Extract from the entries below, exactly as given, only the lines from the line containing "found: dict[str, Path]" to the line containing "def plain_words(ins) ->", both lines included.

================================

"""Every instruction's ``syntax`` is read at load by the operand grammar the assembler shares.

A form the assembler could never read is refused at load with the
instruction named; a form it can read assembles (ref8, emu/machines/ref8.toml).
"""

from __future__ import annotations

import pytest

import asm
import emu
from emu.description import shipped_machines

REF8_TEXT = shipped_machines()["ref8"].read_text(encoding="utf-8")
JMP_X = 'syntax = "jmp x"'


def with_syntax(new: str) -> str:
    assert REF8_TEXT.count(JMP_X) == 1
    return REF8_TEXT.replace(JMP_X, f'syntax = "{new}"')


@pytest.mark.parametrize("form, message", [
    ("jmp [x+]", "instruction 'jmp [x+]': cannot read the syntax at column 7"),
    ("jmp ((x)", "instruction 'jmp ((x)': cannot read the syntax at column 7 (2 '(' but 1 ')' around this operand)"),
    ("jmp x y", "instruction 'jmp x y': cannot read the syntax at column 7"),
    ("jmp x,", "instruction 'jmp x,': cannot read the syntax at column 7"),
])
def test_a_form_the_assembler_cannot_read_is_refused_at_load(form, message):
    with pytest.raises(emu.MachineError) as caught:
        emu.machine_from_text(with_syntax(form), "mine.toml")
    assert caught.value.text().startswith(message)
    assert caught.value.line == REF8_TEXT[:REF8_TEXT.index(JMP_X)].count("\n") + 1
    assert caught.value.text().rstrip().endswith("^")


def test_a_decorated_form_is_read_and_assembles():
    machine = emu.machine_from_text(with_syntax("jmp (x)"), "mine.toml")
    jmp = next(i for i in machine.instructions if i.mnemonic == "jmp" and i.operands[0].field is None)
    assert jmp.operands[0].text() == "(x)"
    plain = emu.load_machine("ref8")
    expected = asm.assemble_text("jmp x\n", plain).flat()
    assert asm.assemble_text("jmp (x)\n", machine).flat() == expected


def test_a_value_in_decoration_is_read_inside_it():
    """``jmp (addr)`` takes ``(far)`` and ``((2 + 3))``: the outer parentheses are the form's, the rest the value."""
    machine = emu.machine_from_text(REF8_TEXT.replace('syntax = "jmp addr:addr"', 'syntax = "jmp (addr:addr)"'),
                                    "mine.toml")
    program = asm.assemble_text("far = 0x1234\n  jmp (far)\n  jmp ((2 + 3))\n", machine)
    assert program.flat() == [0b00001000, 0x34, 0x12, 0b00001000, 5, 0]    # ref8.toml: opcode, low, high
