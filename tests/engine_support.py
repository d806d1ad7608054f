"""Shared helpers for engine tests: every machine file of the project, booting and running.

Random programs come from the public strategies in ``emu.testing`` (drawn from
the machine's own instruction table), which ``relaybench check`` uses too.
"""

from __future__ import annotations

from dataclasses import dataclass
from pathlib import Path

import pytest

from emu import Emulator, Observer, load_machine

ROOT = Path(__file__).resolve().parent.parent
MACHINE_FOLDERS = (ROOT / "emu" / "machines", ROOT / "tests" / "machines")
ACC12_PATH = ROOT / "tests" / "machines" / "acc12.toml"
COND4_PATH = ROOT / "tests" / "machines" / "cond4.toml"
NIB4_PATH = ROOT / "tests" / "machines" / "nib4.toml"


def machine_files() -> dict[str, Path]:
    """Every machine file under emu/machines/ and tests/machines/, by file stem.

    Discovered, not listed, so a machine file added to either folder is run
    by every property at once; two files with one stem would make the ids
    ambiguous, so that is refused here rather than one shadowing the other.
    """
    found: dict[str, Path] = {}
    for folder in MACHINE_FOLDERS:
        for path in sorted(folder.glob("*.toml")):
            if path.stem in found:
                raise RuntimeError(f"two machine files named {path.stem}: {found[path.stem]} and {path}")
            found[path.stem] = path
    return found


MACHINE_FILES = machine_files()
MACHINES = {name: load_machine(path) for name, path in MACHINE_FILES.items()}


def property_skip_reason(machine) -> str | None:
    """Why the random-program properties cannot run on ``machine``, or None when they can.

    The programs mix halting and other instructions, and the halt properties
    (P5) need a halt; a machine lacking either is skipped with this reason.
    """
    if not any(i.drives_halt for i in machine.instructions):
        return f"{machine.name} has no instruction that drives halt"
    if all(i.drives_halt for i in machine.instructions):
        return f"{machine.name} has only halting instructions"
    return None


def skip_unless_properties_run(machine) -> None:
    reason = property_skip_reason(machine)
    if reason is not None:
        pytest.skip(reason)


def machine_named(name: str):
    return MACHINES[name]


def _plain_value(kind) -> int:
    return 0 if kind.low <= 0 <= kind.high else kind.low


def plain_words(ins) -> list[int]:
    """``ins`` encoded with every field at zero (or its lowest value when zero is out of range)."""
    return ins.encode({name: _plain_value(fld.kind) for name, fld in ins.fields.items()})


def trivial_program(machine) -> list[int]:
    """Each instruction once, fields at zero, ending in the machine's pause instruction.

    Not a meaningful program: a smoke run that visits every instruction's
    micro-steps on both paths (a jump to 0 only makes it loop).
    """
    pause = next(i for i in machine.instructions if i.mnemonic == machine.pause and not i.operands)
    words: list[int] = []
    for ins in machine.instructions:
        if not ins.drives_halt:
            words += plain_words(ins)
    return words + plain_words(pause)


def instruction_named(machine, display: str):
    for ins in machine.instructions:
        if ins.display == display:
            return ins
    raise KeyError(display)


def encode(machine, display: str, **values) -> list[int]:
    return instruction_named(machine, display).encode(values)


def after_step_press(machine, index: int) -> tuple[int, int]:
    """(pulses given, phase index after) of one STEP press with the ring frozen at ``index``,
    as the description says: one panel pulse with the ring standing still, or
    (``step = "hold"``) the ring's own pulses up to the hold point it reaches next."""
    if machine.step_press == "pulse":
        return 1, index
    pulses = machine.pulses_per_step_press()[machine.phases[index].name]
    index = (index + 1) % len(machine.phases)
    while not machine.phases[index].hold:
        index = (index + 1) % len(machine.phases)
    return pulses, index


def boot(machine, words, switches: int = 0, input_bytes: bytes = b"") -> Emulator:
    emu = Emulator(machine)
    emu.load([(0, words)])
    emu.switches = switches
    emu.input_bytes = input_bytes
    return emu


def datapath_state(emu: Emulator) -> tuple:
    """Registers, flags, memory, ports: everything a program can observe."""
    registers_and_flags = emu._s[:emu.machine.undriven_slot]
    return (tuple(int(v) for v in registers_and_flags), bytes(emu.memory) if isinstance(emu.memory, bytearray)
            else tuple(emu.memory), bytes(emu.output), emu.lamps, emu.ports.input_position)


def full_state(emu: Emulator) -> tuple:
    """The datapath and everything the control unit and the clock hold."""
    return (datapath_state(emu), emu.cycles, emu.instructions, emu.time_ns, emu.phase_index,
            emu._seq, emu.frozen, emu.halt_latch, emu.halt_address)


# ----- one-program runs for the instruction tests ---------------------------------------

@dataclass
class Run:
    emu: Emulator
    before: dict[str, int]
    memory_before: list[int]
    stop: object


def assert_only_changes(run: Run, names: list[str], expected: dict[str, int], memory_changes=None) -> None:
    """Each of ``names`` holds its ``expected`` value, every memory word its value from
    before the run but for ``memory_changes`` ({address: value})."""
    machine = run.emu
    for name in names:
        assert machine.get(name) == expected[name], f"{name}: {machine.get(name):#x} != {expected[name]:#x}"
    expected_memory = list(run.memory_before)
    for address, value in (memory_changes or {}).items():
        expected_memory[address] = value
    assert list(machine.memory) == expected_memory


def encode_forms(forms: dict, *parts: tuple[str, dict]) -> list[int]:
    """Words of the instruction forms given as (display, field values)."""
    words = []
    for display, values in parts:
        words += forms[display].encode(values)
    return words


def one_instruction(machine, words, path: str, at: int, values=None) -> Emulator:
    """An emulator that has run exactly one instruction: ``words`` loaded at ``at`` and
    started there, with ``values`` set first, on the ``path`` asked for."""
    emulator = Emulator(machine)
    if path == "stepped":
        emulator.observe(Observer())
    emulator.load([(at, words)])
    for name, value in {machine.program_counter: at, **(values or {})}.items():
        emulator.set(name, value)
    emulator.advance_instruction()
    assert emulator.instructions == 1
    return emulator


def run_program(machine, words, path: str, *, values=None, memory=None, switches=0, input_bytes=b"",
                max_cycles=200) -> Run:
    """Load, set ``values`` (registers, groups, flags by name), run on the ``path`` asked for."""
    emulator = Emulator(machine)
    if path == "stepped":
        emulator.observe(Observer())
    emulator.load([(0, words)])
    for address, value in (memory or {}).items():
        emulator.memory[address] = value
    for name, value in (values or {}).items():
        emulator.set(name, value)
    emulator.switches = switches
    emulator.input_bytes = input_bytes
    names = [r.name for r in machine.visible_registers] + list(machine.groups) + list(machine.flags)
    before = {name: emulator.get(name) for name in names}
    return Run(emulator, before, list(emulator.memory), emulator.run(max_cycles=max_cycles))
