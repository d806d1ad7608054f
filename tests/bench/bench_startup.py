"""Start-up: ``relaybench run`` of a short program as a whole process (target: under 0.2 s warm).

Run:  python tests/bench/bench_startup.py [--program FILE] [--repeat K] [--baseline TREE]

Each case is a fresh ``python -m emu.cli run PROGRAM`` process:

* warm  — the user's cache folder already holds the parsers, the machine and its code;
* cold  — an empty cache folder every time (the first run after an install or upgrade);
* off   — the cache turned off (``RELAYBENCH_CACHE=off``);
* base  — with ``--baseline TREE``: the same command from another source tree (say an
  export of main: ``git archive main | tar -x -C /tmp/base``), its own cache empty.

The cases take turns, K rounds, so a change in the machine's load hits all
alike; each reports the median and the best wall time and the median CPU time
of the process, and the ratio of each median to the warm one. Python's own
start (``python -c pass``) is given for scale. Bytecode files are allowed, as
in an installed copy, and one unmeasured run of each tree writes them first.
"""

from __future__ import annotations

import argparse
import os
import resource
import statistics
import subprocess
import sys
import tempfile
import time
from pathlib import Path

ROOT = Path(__file__).resolve().parents[2]
TARGET_S = 0.2


def _environment(tree: Path, cache: str) -> dict:
    env = {key: value for key, value in os.environ.items() if key != "PYTHONDONTWRITEBYTECODE"}
    env.update(PYTHONPATH=str(tree), RELAYBENCH_CACHE=cache)
    return env


def timed_process(command: list[str], cwd: Path, env: dict) -> tuple[float, float]:
    """Wall and CPU seconds (user + system) of one process."""
    before = resource.getrusage(resource.RUSAGE_CHILDREN)
    start = time.perf_counter()
    subprocess.run(command, cwd=cwd, env=env, check=True, stdout=subprocess.DEVNULL)
    wall = time.perf_counter() - start
    after = resource.getrusage(resource.RUSAGE_CHILDREN)
    return wall, (after.ru_utime - before.ru_utime) + (after.ru_stime - before.ru_stime)


def main() -> int:
    parser = argparse.ArgumentParser(description=__doc__.splitlines()[0])
    parser.add_argument("--program", default=str(next((ROOT / "programs").rglob("berths.asm"))),
                        help="the program to run (default: the example berths.asm)")
    parser.add_argument("--repeat", type=int, default=7)
    parser.add_argument("--baseline", metavar="TREE", type=Path,
                        help="another source tree to compare with (it needs emu/ and asm/)")
    args = parser.parse_args()
    program = str(Path(args.program).resolve())
    run = [sys.executable, "-m", "emu.cli", "run", program]
    with tempfile.TemporaryDirectory(prefix="relaybench-bench-") as scratch:
        warm = os.path.join(scratch, "warm")
        cases = {
            "warm": lambda: timed_process(run, ROOT, _environment(ROOT, warm)),
            "cold": lambda: timed_process(run, ROOT, _environment(ROOT, tempfile.mkdtemp(dir=scratch))),
            "off": lambda: timed_process(run, ROOT, _environment(ROOT, "off")),
            "python -c pass": lambda: timed_process([sys.executable, "-c", "pass"], ROOT, os.environ.copy()),
        }
        if args.baseline:
            base = args.baseline.resolve()
            cases["base"] = lambda: timed_process(run, base, _environment(base, tempfile.mkdtemp(dir=scratch)))
            timed_process(run, base, _environment(base, os.path.join(scratch, "base-first")))
        timed_process(run, ROOT, _environment(ROOT, warm))      # bytecode written, warm cache filled
        times: dict[str, list[tuple[float, float]]] = {name: [] for name in cases}
        for _round in range(args.repeat):
            for name, case in cases.items():
                times[name].append(case())
    warm_median = statistics.median(wall for wall, _cpu in times["warm"])
    print(f"relaybench run {Path(program).name}: {args.repeat} rounds, wall median (best), CPU median")
    for name, samples in times.items():
        walls = [wall for wall, _cpu in samples]
        cpu = statistics.median(c for _wall, c in samples)
        median = statistics.median(walls)
        print(f"  {name:<15} {median:6.3f} s ({min(walls):.3f})  cpu {cpu:6.3f} s  "
              f"{median / warm_median:5.2f}× warm")
    verdict = "ok" if warm_median < TARGET_S else "TOO SLOW"
    print(f"warm median {warm_median:.3f} s; target < {TARGET_S} s: {verdict}")
    return 0 if warm_median < TARGET_S else 1


if __name__ == "__main__":
    sys.exit(main())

================================

Written answer:
    found: dict[str, Path] = {}
    for folder in MACHINE_FOLDERS:
        for path in sorted(folder.glob("*.toml")):
            if path.stem in found:
                raise RuntimeError(f"two machine files named {path.stem}: {found[path.stem]} and {path}")
            found[path.stem] = path
    return found


MACHINE_FILES = machine_files()
MACHINES = {name: load_machine(path) for name, path in MACHINE_FILES.items()}


def property_skip_reason(machine) -> str | None:
    """Why the random-program properties cannot run on ``machine``, or None when they can.

    The programs mix halting and other instructions, and the halt properties
    (P5) need a halt; a machine lacking either is skipped with this reason.
    """
    if not any(i.drives_halt for i in machine.instructions):
        return f"{machine.name} has no instruction that drives halt"
    if all(i.drives_halt for i in machine.instructions):
        return f"{machine.name} has only halting instructions"
    return None


def skip_unless_properties_run(machine) -> None:
    reason = property_skip_reason(machine)
    if reason is not None:
        pytest.skip(reason)


def machine_named(name: str):
    return MACHINES[name]


def _plain_value(kind) -> int:
    return 0 if kind.low <= 0 <= kind.high else kind.low


def plain_words(ins) -> list[int]:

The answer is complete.